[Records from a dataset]
+ + + + +

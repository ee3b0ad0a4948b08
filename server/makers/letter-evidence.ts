import { readingUnitSymbols, trialOutcomeWords } from '../../shared/contract/vocabulary.js';
import { fixKindWords, permanenceWords, standingWords } from '../../shared/contract/vocabulary.js';
import { fitVerdictWords, type JointPage, type JointSidePage } from '../../shared/contract/joints.js';
import type { LetterTable } from '../../shared/contract/makers.js';
import type { DimensionConsensus } from '../../shared/contract/measurements.js';
import type { FixView, Trial } from '../../shared/contract/write-ups.js';
import { featureSpecs, type DimensionSpec } from '../../shared/fit/feature-dimensions.js';

const longestNote = 200;

/** Consensus of every dimension that was read on either side of the joint, by revision. */
export function readingsTable(joint: JointPage): LetterTable {
  return {
    caption: 'Readings by owners, consensus with its 95 % interval',
    head: ['Part and revision', 'Feature', 'Dimension', 'Consensus', '95 % interval', 'Readings'],
    rows: [joint.sideA, joint.sideB].flatMap(rowsOfSide),
  };
}

function rowsOfSide(side: JointSidePage): string[][] {
  return side.revisions.flatMap(({ revision, dimensions }) =>
    featureSpecs[side.feature.kind].dimensions.flatMap((spec) => {
      const consensus = dimensions[spec.name];
      if (!consensus) return [];
      return [
        [
          `${side.part.name} ${revision.label}`,
          side.feature.name,
          spec.label,
          figure(consensus.mean, consensus, spec),
          `${figure(consensus.low, consensus, spec)} to ${figure(consensus.high, consensus, spec)}`,
          consensus.thin ? `${consensus.count}, thin evidence` : String(consensus.count),
        ],
      ];
    }),
  );
}

/** To the digits that the interval allows. */
function figure(value: number, { low, high }: DimensionConsensus, { unit }: DimensionSpec): string {
  if (unit === 'count') return value.toFixed(0);
  if (unit === 'deg') return `${value.toFixed(1)}°`;
  return `${value.toFixed((high - low) / 2 < 0.02 ? 3 : 2)} mm`;
}

/** What readings predict and owners report for each pair of revisions. */
export function fitTable(joint: JointPage): LetterTable {
  return {
    caption: `Fit table: ${joint.a.name} down, ${joint.b.name} across`,
    head: ['', ...joint.sideB.revisions.map(({ revision }) => labelOf(revision))],
    rows: joint.sideA.revisions.map(({ revision: a }) => [
      labelOf(a),
      ...joint.sideB.revisions.map(({ revision: b }) => {
        const cell = joint.cells.find((each) => each.revisionA === a.id && each.revisionB === b.id);
        if (!cell) return '';
        const voices = cell.sat + cell.didNotSit === 0 ? '' : `; ${cell.sat} sat, ${cell.didNotSit} did not`;
        return `${fitVerdictWords[cell.verdict]}${voices}`;
      }),
    ]),
  };
}

function labelOf({ label, announced }: { label: string; announced?: true | undefined }): string {
  return announced ? `${label} (announced)` : label;
}

export function fixesTable(fixes: readonly FixView[]): LetterTable {
  return {
    caption: 'Fixes and how far they are borne out',
    head: ['Fix', 'Kind', 'Leaves', 'Standing', 'Held', 'For a while', 'Did not help'],
    rows: fixes.map(({ title, kind, permanence, standing, madeRightFrom, trialCounts }) => [
      title,
      kind ? fixKindWords[kind].label : '',
      permanence ? permanenceWords[permanence] : '',
      `${standingWords[standing].label}${madeRightFrom ? ` from ${madeRightFrom.label}` : ''}`,
      String(trialCounts.held),
      String(trialCounts.heldForAWhile),
      String(trialCounts.didNotHelp),
    ]),
  };
}

export function trialsTable(trials: readonly Trial[], fixes: readonly FixView[]): LetterTable {
  return {
    caption: 'Trials by owners',
    head: ['Fix', 'On', 'Outcome', 'Figure reached', 'In their words'],
    rows: trials.map(({ fixKey, revisions, outcome, figure: reached, note }) => {
      const fix = fixes.find(({ key }) => key === fixKey);
      const unit = fix?.acceptance ? ` ${readingUnitSymbols[fix.acceptance.unit]}` : '';
      return [
        fix?.title ?? 'a fix of an earlier edition',
        revisions.map(({ partName, label }) => `${partName} ${label}`).join(', '),
        trialOutcomeWords[outcome],
        reached === null ? '' : `${reached}${unit}`,
        shortened(note),
      ];
    }),
  };
}

function shortened(note: string): string {
  const line = note.replace(/\s+/g, ' ').trim();
  return line.length <= longestNote ? line : `${line.slice(0, longestNote - 1)}…`;
}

+ + + + +

# [Task brief]
Write out an exact transcription of the line with "permanence ? permanenceWords[permanence]" and of each line after it; stop at the end of the records.

# [Output for this task]
      permanence ? permanenceWords[permanence] : '',
      `${standingWords[standing].label}${madeRightFrom ? ` from ${madeRightFrom.label}` : ''}`,
      String(trialCounts.held),
      String(trialCounts.heldForAWhile),
      String(trialCounts.didNotHelp),
    ]),
  };
}

export function trialsTable(trials: readonly Trial[], fixes: readonly FixView[]): LetterTable {
  return {
    caption: 'Trials by owners',
    head: ['Fix', 'On', 'Outcome', 'Figure reached', 'In their words'],
    rows: trials.map(({ fixKey, revisions, outcome, figure: reached, note }) => {
      const fix = fixes.find(({ key }) => key === fixKey);
      const unit = fix?.acceptance ? ` ${readingUnitSymbols[fix.acceptance.unit]}` : '';
      return [
        fix?.title ?? 'a fix of an earlier edition',
        revisions.map(({ partName, label }) => `${partName} ${label}`).join(', '),
        trialOutcomeWords[outcome],
        reached === null ? '' : `${reached}${unit}`,
        shortened(note),
      ];
    }),
  };
}

function shortened(note: string): string {
  const line = note.replace(/\s+/g, ' ').trim();
  return line.length <= longestNote ? line : `${line.slice(0, longestNote - 1)}…`;
}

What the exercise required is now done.